Roma celebra Borromini, il genio schivo, a 350 anni dalla morte

Quando Francesco Castelli Borromini, nel 1619, dal Canton Ticino giunse a Roma, impiegato come scalpellino presso la Fabbrica di San Pietro dal conterraneo Carlo Maderno, si poteva intuire che nell’Urbe, l’architetto “schivo, di forte animo e d'alti e nobili concetti” avrebbe fatto cose grandi.

A 350 anni di distanza dalla morte, quella Fabbrica alla quale lavorò, sotto la direzione di Bernini, prima di realizzare i suoi più grandi capolavori - la chiesa di Sant’Ivo alla Sapienza, di Sant’Agnese a Piazza Navona o il campanile della Basilica di Sant’Andrea delle Fratte, solo per citarne alcuni - ricorda uno dei geniali creatori del linguaggio architettonico barocco, con una serie di mostre e convegni che dai Musei Vaticani si estenderanno all’Accademia di San Luca e al MAXXI.

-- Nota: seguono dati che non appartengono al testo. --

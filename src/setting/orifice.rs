//! An orifice as a setting needs it.
//!
//! Comes in: a run, analysed, and what its acceptance came to. Goes out: an [`OrificeInput`]. The line is turned into
//! oxygen's where the bench ran another gas.

use chrono::NaiveDate;

use crate::bench::Analysis;
use crate::bench::choke::ChokeRatio;
use crate::bench::convert::gas_ratio;
use crate::bench::line::OrificeLine;
use crate::entry::Id;
use crate::gas::{self, Species};
use crate::quantity::{AbsolutePressure, StpdFlow, Temperature};
use crate::uptake::InjectionLine;

/// What became of the orifice's acceptance.
#[derive(Debug, Clone, Copy, PartialEq, Eq)]
pub enum Standing {
    /// Accepted, or passed by the acceptance in its file.
    Accepted,
    /// Nobody has judged it: used, with a warning.
    NeverJudged,
    /// Failed: only with a recorded override.
    Failed,
    /// Undecided: only with a recorded override.
    Undecided,
}

/// An orifice with its line.
#[derive(Debug, Clone, PartialEq)]
pub struct OrificeInput {
    /// Its name.
    pub id: Id,
    /// Its line for oxygen; the same that the sessions were injected through, if they were.
    pub line: InjectionLine,
    /// What is known of its choke ratio.
    pub choke: ChokeRatio,
    /// Lowest and highest pressure of the points of the line, bar absolute.
    pub span_bar_abs: (f64, f64),
    /// Effective diameter, µm, for oxygen.
    pub effective_diameter_um: f64,
    /// Its acceptance.
    pub standing: Standing,
    /// The day its calibration fell due, when that has passed on the day of the setting.
    pub overdue_since: Option<NaiveDate>,
}

impl OrificeInput {
    /// From a run made with `gas` and analysed.
    #[must_use]
    pub fn of(
        id: Id,
        gas: Species,
        analysis: &Analysis,
        standing: Standing,
        overdue_since: Option<NaiveDate>,
    ) -> Self {
        let span = analysis
            .points
            .iter()
            .filter(|p| p.used())
            .map(|p| p.pressure_bar_abs)
            .fold((f64::INFINITY, f64::NEG_INFINITY), |(low, high), p| (low.min(p), high.max(p)));
        let line = oxygen_line(&analysis.line, gas, span);
        Self {
            id,
            effective_diameter_um: diameter_um(&line, span),
            line,
            choke: analysis.choke.clone(),
            span_bar_abs: span,
            standing,
            overdue_since,
        }
    }
}

/// The line for oxygen of an orifice that was run with `gas` between two absolute pressures in bar. A session's injection
/// goes through the same function, so that both are the same line.
#[must_use]
pub fn oxygen_line(line: &OrificeLine, gas: Species, span_bar_abs: (f64, f64)) -> InjectionLine {
    let middle = 0.5 * (span_bar_abs.0 + span_bar_abs.1);
    InjectionLine::of(line, gas_ratio(gas, Species::Oxygen, middle, line.random.at(middle)))
}

/// Diameter with a discharge coefficient of 1 that has the line's slope, in the middle of the span, µm.
fn diameter_um(line: &InjectionLine, span: (f64, f64)) -> f64 {
    let p1_bar = 0.5 * (span.0 + span.1);
    let flow = StpdFlow::from_l_min((line.slope * p1_bar).max(0.0));
    let t1 = Temperature::from_c(super::options::NOMINAL_C);
    gas::effective_diameter(Species::Oxygen, flow, AbsolutePressure::from_bar(p1_bar), t1).as_um()
}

Il progetto - promosso dall’architetto Paolo Portoghesi in sinergia con i Musei Vaticani, l’Accademia di San Luca, l’Università La Sapienza e l’Accademia di Belle Arti di Roma - prevede un ricco calendario di appuntamenti.

Si comincia il 12 dicembre, quando, nella sala XVII della Pinacoteca dei Musei Vaticani, verrà inaugurata una significativa esposizione di disegni del Borromini, a cura di Alessandra Rodolfo, che terminerà il 5 gennaio.

«Si tratta - ha spiegato Barbara Jatta, direttore dei Musei Vaticani - di un ristretto ma prezioso nucleo di fogli provenienti dalla Biblioteca Apostolica Vaticana che, nei suoi fondi, conserva importanti testimonianze grafiche e documentarie dell’artista. Le opere provengono dai manoscritti Vaticano Latino 11257 e 11258, contenenti le carte dell’oratoriano Virgilio Spada, amico e convinto sostenitore del Borromini, e dal manoscritto Chigiano P.VII.9 messo insieme personalmente e fatto legare per la sua biblioteca dallo stesso pontefice Alessandro VII Chigi».

La selezione, che raccoglie in tutto 17 disegni in prestito dalla Biblioteca Apostolica Vaticana, si concentra in particolare sull’attività dell’artista durante il pontificato di Innocenzo X Pamphilj. Accanto a quattro disegni per la Fontana dei Fiumi di piazza Navona, per la Porta urbica di San Martino al Cimino a Viterbo, per il restauro della Piramide sepolcrale di Caio Cestio - dove la croce pensata dall’architetto sulla sommità della piramide conferisce all’opera un carattere fortemente simbolico - si potranno ammirare alcuni disegni per la Basilica di San Giovanni in Laterano che attestano l’impegno dell’artista per il restauro dell’edificio religioso commissionatogli da Innocenzo X Pamphilj in vista dell’Anno Santo del 1650.

Infine saranno esposti un interessante foglio, concesso in prestito da Paolo Portoghesi e appartenuto alla collezione di Marcello Piacentini, relativo ad un progetto non realizzato per San Paolo fuori le mura e alcuni disegni di vario soggetto che confermano la versatilità e vitalità artistica del grande architetto ticinese, protagonista indiscusso del Seicento romano.

E mentre da gennaio a marzo 2018 docenti e studiosi dell’Università La Sapienza si faranno promotori di lezioni e visite guidate tra i luoghi più importanti legati all’artista - da Palazzo Spada al Palazzo di Propaganda Fide, da Palazzo Barberini alla Chiesa di Santa Lucia in Selci - il MAXXI, a marzo del 2018, ospiterà alcune giornate di studio su Borromini e l’architettura moderna, con diversi interventi, da Mario Botta a Massimiliano Fuksas, da Frank O. Gehry a Luca Zevi.

L’11 dicembre, all'Accademia di San Luca, ospitata a Palazzo Carpegna, edificio che deve la sua fama all’intervento dell’illustre architetto, si terrà invece una tavola rotonda con Joseph Connors, Werner Oechslin e Paolo Portoghesi.

Le celebrazioni in occasione dei 350 anni dalla morte di Borromini non trascureranno la musica, che sarà protagonista, il 27 gennaio 2018, nella Chiesa di Sant’Ivo alla Sapienza, dove verrà eseguita la Missa Ecce Sarcedos magnus, composizione di Orazio Benevolo, uno fra i massimi esponenti nel panorama musicale romano del XVI secolo. Come nel Seicento, i cantori troveranno posto nelle tre cantorie della chiesa, riproponendo così l’effetto “stereofonico” concepito da Benevolo per l’opera di Borromini.